Exercise 13: Resampling methods#
This homework assignment is designed to give you practice with bootstrapping and permutation tests.
You will need to download the unrestricted_trimmed_1_7_2020_10_50_44.csv file from the Homework/hcp_data folder in the class GitHub repository.
This data is a portion of the Human Connectome Project database. It provides measures of cognitive tasks and brain morphology measurements from 1206 participants. The full description of each variable is provided in the HCP_S1200_DataDictionary_April_20_2018.csv file in the Homework/hcp_data folder in the class GitHub repository.
1. Loading & Visualizing the Data (1 point)#
Use the setwd and read.csv functions to load data from the unrestricted_trimmed_1_7_2020_10_50_44.csv file.
(a) Using the tidyverse tools, create a new dataframe d1 that only includes the subject ID (Subject), gender (Gender, self reported at time of data collection), Flanker Task performance (Flanker_Unadj), total intracranial volume (FS_IntraCranial_Vol), total white matter volume (FS_Tot_WM_Vol), and total grey matter volume (FS_Total_GM_Vol) variables and remove all na values.

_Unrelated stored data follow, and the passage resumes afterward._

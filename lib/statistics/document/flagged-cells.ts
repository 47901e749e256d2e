import type { MaterialAnalysis } from '@/lib/statistics/analysis-document'

/**
 * The laboratories whose cell stands apart enough to look for an explanation, in the order of the cells: beyond
 * 0.5 % in h or k, at least a straggler in Cochran's test, or proposed by Grubbs' tests taken in their order.
 *
 * Source: our own; flagging decides nothing but where to look.
 */
export function flaggedCells({
  cells,
  critical,
  cochran,
  grubbs,
}: Pick<MaterialAnalysis, 'cells' | 'critical' | 'cochran' | 'grubbs'>): string[] {
  const flagged = new Set(grubbs.proposed.flatMap(({ laboratories }) => laboratories))
  for (const { laboratory, h, k, kCritical } of cells) {
    const bounds = [critical.h['0.005'], kCritical['0.005']] as const
    if (h !== null && bounds[0] !== null && Math.abs(h) > bounds[0]) flagged.add(laboratory)
    if (k !== null && bounds[1] !== null && k > bounds[1]) flagged.add(laboratory)
  }
  if (cochran.level !== null && cochran.level !== 'none') flagged.add(cochran.generalised.laboratory!)
  return cells.map(({ laboratory }) => laboratory).filter((laboratory) => flagged.has(laboratory))
}
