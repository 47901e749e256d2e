import type {
  BetweenLaboratoryBlock,
  IntermediateBlock,
  Interval,
  RepeatabilityBlock,
  ReproducibilityBlock,
  SatterthwaiteInterval,
} from '@/lib/statistics/analysis-document'
import type { CellSummary } from '@/lib/statistics/cells'
import type { WeightedMeanSquare } from '@/lib/statistics/combination-interval'
import { type Attempt, notComputable, once, required, withReasons } from '@/lib/statistics/document/attempt'
import type { NestedAnova } from '@/lib/statistics/nested-anova'
import { type NestedLayout, requireReplicate, RESIDUAL } from '@/lib/statistics/nested-layout'
import {
  betweenLaboratories,
  relativeSdPercent,
  repeatability,
  reproducibility,
} from '@/lib/statistics/one-way-precision'
import { requireLaboratories } from '@/lib/statistics/spread-of-means'
import { nestedTerms, oneWayTerms, sdInterval, sdSatterthwaite } from '@/lib/statistics/precision-intervals'

/** What the precision figures of one material are made from. */
export type PrecisionInput = {
  summaries: readonly CellSummary[]
  layout: NestedLayout
  anova: () => NestedAnova
  /** The general mean as such, for relative figures; `null` where there is none. */
  mean: number | null
  limitFactor: number
  trueZero: boolean
}

export type PrecisionBlocks = {
  repeatability: RepeatabilityBlock
  betweenLaboratory: BetweenLaboratoryBlock
  reproducibility: ReproducibilityBlock
  intermediate: IntermediateBlock[]
}

/** A variance with the mean squares its interval is built on. */
type Estimate = { raw: number; variance: number; terms: readonly WeightedMeanSquare[] }

/**
 * Repeatability, laboratory component, reproducibility and, in a nested layout, the intermediate precisions, from the
 * innermost set outwards. Variances in u², standard deviations, limits and intervals in u, relative ones in %.
 *
 * Variant: with one level they come from cell means and cell standard deviations, with more from the nested analysis
 * of variance; components are truncated one by one before they are added. Missing figures are `null` with a reason
 * (`not-separable`, `no-true-zero` and those of the statistics themselves).
 *
 * Source: ISO 5725-2, 7.4; ISO 5725-3.
 */
export function precisionBlocks(input: PrecisionInput): PrecisionBlocks {
  const isNested = input.layout.levels.length > 1
  const within = once(() => repeatabilityEstimate(input))
  const between = isNested ? () => nestedBetween(input) : () => oneWayBetween(input.summaries)
  const total = isNested ? () => nestedReproducibility(input) : () => oneWayReproducibility(input.summaries)
  return {
    repeatability: repeatabilityBlock(input, within),
    betweenLaboratory: betweenLaboratoryBlock(input, once(between)),
    reproducibility: reproducibilityBlock(input, once(total)),
    intermediate: input.layout.levels
      .slice(1)
      .map((_, inner, levels) => intermediateBlock(input, levels.slice(inner)))
      .reverse(),
  }
}

function repeatabilityBlock(
  input: PrecisionInput,
  estimate: () => Estimate & { df: number },
): RepeatabilityBlock {
  return withReasons((attempt) => {
    const found = attempt('variance', estimate)
    return {
      variance: found?.variance ?? null,
      sd: sdOf(found),
      df: found?.df ?? null,
      limit: limitOf(found, input),
      ci95: intervalBlock(estimate),
      relative: relativeSd(attempt, found, input),
    }
  })
}

function betweenLaboratoryBlock(input: PrecisionInput, estimate: () => Estimate): BetweenLaboratoryBlock {
  return withReasons((attempt) => {
    const found = attempt('variance', estimate)
    return {
      varianceRaw: found?.raw ?? null,
      variance: found?.variance ?? null,
      sd: sdOf(found),
      ci95: found !== null && found.raw < 0 ? explainedInterval(estimate) : intervalBlock(estimate),
      relative: relativeSd(attempt, found, input),
      satterthwaite95: satterthwaiteBlock(estimate),
    }
  })
}

function reproducibilityBlock(
  input: PrecisionInput,
  estimate: () => Estimate & { basis: 'components' | 'single results' },
): ReproducibilityBlock {
  return withReasons((attempt) => {
    const found = attempt('variance', estimate)
    return {
      variance: found?.variance ?? null,
      sd: sdOf(found),
      limit: limitOf(found, input),
      ci95: intervalBlock(estimate),
      relative: relativeSd(attempt, found, input),
      satterthwaite95: satterthwaiteBlock(estimate),
      basis: found?.basis ?? null,
    }
  })
}

function intermediateBlock(input: PrecisionInput, varies: string[]): IntermediateBlock {
  const estimate = once(() => intermediateEstimate(input, varies))
  return withReasons((attempt) => {
    const found = attempt('variance', estimate)
    return {
      varies,
      variance: found?.variance ?? null,
      sd: sdOf(found),
      ci95: intervalBlock(estimate),
      relative: relativeSd(attempt, found, input),
      satterthwaite95: satterthwaiteBlock(estimate),
    }
  })
}

function repeatabilityEstimate({ summaries, layout }: PrecisionInput): Estimate & { df: number } {
  requireReplicate(layout)
  const { variance, df } = repeatability(summaries)
  return { raw: variance, variance, df, terms: [{ weight: 1, ms: variance, df }] }
}

function oneWayBetween(summaries: readonly CellSummary[]): Estimate {
  const { rawVariance, variance } = betweenLaboratories(summaries)
  return { raw: rawVariance, variance, terms: termsOfMeans(summaries).betweenLaboratory }
}

function oneWayReproducibility(
  summaries: readonly CellSummary[],
): Estimate & { basis: 'components' | 'single results' } {
  const { variance, basis } = reproducibility(summaries)
  const terms =
    basis === 'single results'
      ? [{ weight: 1, ms: variance, df: summaries.length - 1 }]
      : termsOfMeans(summaries).reproducibility
  return { raw: variance, variance, basis, terms }
}

function termsOfMeans(summaries: readonly CellSummary[]): ReturnType<typeof oneWayTerms> {
  const within = repeatability(summaries)
  const between = betweenLaboratories(summaries)
  return oneWayTerms({
    laboratories: summaries.length,
    varianceOfCellMeans: between.meanSquareOfMeans / between.harmonicReplicates,
    harmonicCellSize: between.harmonicReplicates,
    repeatabilityVariance: within.variance,
    repeatabilityDf: within.df,
  })
}

function nestedBetween({ layout, anova, summaries }: PrecisionInput): Estimate {
  requireLaboratories(summaries, 2)
  const laboratory = layout.levels[0]!
  const { rows, components } = anova()
  const own = required(
    components.find(({ source }) => source === laboratory) ?? null,
    'The laboratories cannot be told from what lies inside them.',
  )
  return { raw: own.raw, variance: own.variance, terms: nestedTerms(rows, [laboratory]) }
}

function nestedReproducibility(input: PrecisionInput): Estimate & { basis: 'components' | 'single results' } {
  const { layout, anova, summaries } = input
  if (layout.confounded === layout.levels[0]) return oneWayReproducibility(summaries)
  nestedBetween(input)
  const { rows, components } = anova()
  const terms = nestedTerms(
    rows,
    components.map(({ source }) => source),
  )
  return {
    raw: sum(components.map(({ raw }) => raw)),
    variance: sum(components.map(({ variance }) => variance)),
    basis: 'components',
    terms,
  }
}

/**
 * Two results that differ by the named levels. A level in which every parent
 * has one child is not seen apart from its parent; if that parent lies outside
 * the set, the set's variance is not known.
 */
function intermediateEstimate({ layout, anova }: PrecisionInput, varies: readonly string[]): Estimate {
  const { rows, components } = anova()
  const outermost = varies[0]!
  if (layout.confounded !== outermost && !components.some(({ source }) => source === outermost)) {
    notComputable('not-separable', `The data do not show ${outermost} apart from the level around it.`)
  }
  const inside = components.filter(({ source }) => source === RESIDUAL || varies.includes(source))
  return {
    raw: sum(inside.map(({ raw }) => raw)),
    variance: sum(inside.map(({ variance }) => variance)),
    terms: nestedTerms(
      rows,
      inside.map(({ source }) => source),
    ),
  }
}

function sdOf(estimate: Estimate | null): number | null {
  return estimate === null ? null : Math.sqrt(estimate.variance)
}

function limitOf(estimate: Estimate | null, { limitFactor }: PrecisionInput): number | null {
  return estimate === null ? null : limitFactor * Math.sqrt(estimate.variance)
}

function relativeSd(attempt: Attempt, estimate: Estimate | null, input: PrecisionInput): number | null {
  if (estimate === null) return null
  return attempt('relative', () => {
    if (!input.trueZero) notComputable('no-true-zero', 'The scale has no true zero.')
    return relativeSdPercent(Math.sqrt(estimate.variance), required(input.mean, 'There is no mean.'))
  })
}

function intervalBlock(estimate: () => Estimate): Interval {
  return withReasons((attempt) => {
    const found = attempt('lower', () => {
      const { terms, variance } = estimate()
      return sdInterval(terms, variance)
    })
    return { lower: found?.lower ?? null, upper: found?.upper ?? null, extended: found?.extended ?? null }
  })
}

/** An interval that ends at 0 is no slip; it says why. */
function explainedInterval(estimate: () => Estimate): Interval {
  const block = intervalBlock(estimate)
  if (block.upper !== 0) return block
  return { ...block, reasons: { upper: 'The laboratories agree better than their own scatter allows.' } }
}

function satterthwaiteBlock(estimate: () => Estimate): SatterthwaiteInterval {
  return withReasons((attempt) => {
    const found = attempt('df', () => sdSatterthwaite(estimate().terms))
    if (found === null) return { lower: null, upper: null, df: null }
    const words = 'Too few degrees of freedom for limits.'
    return {
      lower: attempt('lower', () => required(found.lower, words)),
      upper: attempt('upper', () => required(found.upper, words)),
      df: found.df,
    }
  })
}

function sum(values: readonly number[]): number {
  return values.reduce((total, value) => total + value, 0)
}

Use the head function to look at the first few rows of each data frame.
# WRITE YOUR CODE HERE
(b) Plot grey matter volume (x axis) against intracranial volume (y axis) and Gender (point color).
# WRITE YOUR CODE HERE
What patterns do you observe in the scatter plot?
Write your response here
2. Logistic classifier (2 points)#
We want to try predicting gender using the neural data you have loaded.
(a) Run a logistic regression model to predict gender from total white matter volume, total grey matter volume, and intracranial volume.
# WRITE YOUR CODE HERE
Which factors are significantly associated with gender?
Write your response here
(b) Estimate the prediction accuracy of your model (Note: this is the training set accuracy). Set your prediction threshold to 0.5.
# WRITE YOUR CODE HERE
What is the prediction accuracy for gender from the full model?
Write your response here
3. Bootstrapped accuracy (3 points)#
Use bootstrapping to estimate the confidence interval for your model’s prediction accuracy. Plot a histogram of the bootstrapped accuracies, and estimate the confidence interval using the standard deviation of the bootstrap distribution.
# WRITE YOUR CODE HERE
How robust is the prediction accuracy of the full model?
Write your response here
4. Permutation test for grey matter effects (3 points)#
Now run a permutation test, with 1000 iterations, to evaluate how much grey matter volume contributes to the prediction accuracy. Compare the prediction accuracy of the full (unpermuted) model with the distribution of accuracies obtained when the grey matter volume variable is permuted, using a histogram (Hint: use the abline function to show the original accuracy on the histogram).
# WRITE YOUR CODE HERE
How much does the grey matter volume influence the prediction accuracy of the model?
Write your response here
5. Reflection (1 point)#
Differentiate the bootstrap from a permutation test. Describe each and explain when each is appropriate.
Write your response here
DUE: 11:59pm EST, March 24, 2026
IMPORTANT Did you collaborate with anyone on this assignment? If so, list their names here.
Someone’s Name
GenAI Utilization Did you utilize any generative AI tools on this assignment? If so, please list the item and the paste respective prompt you used.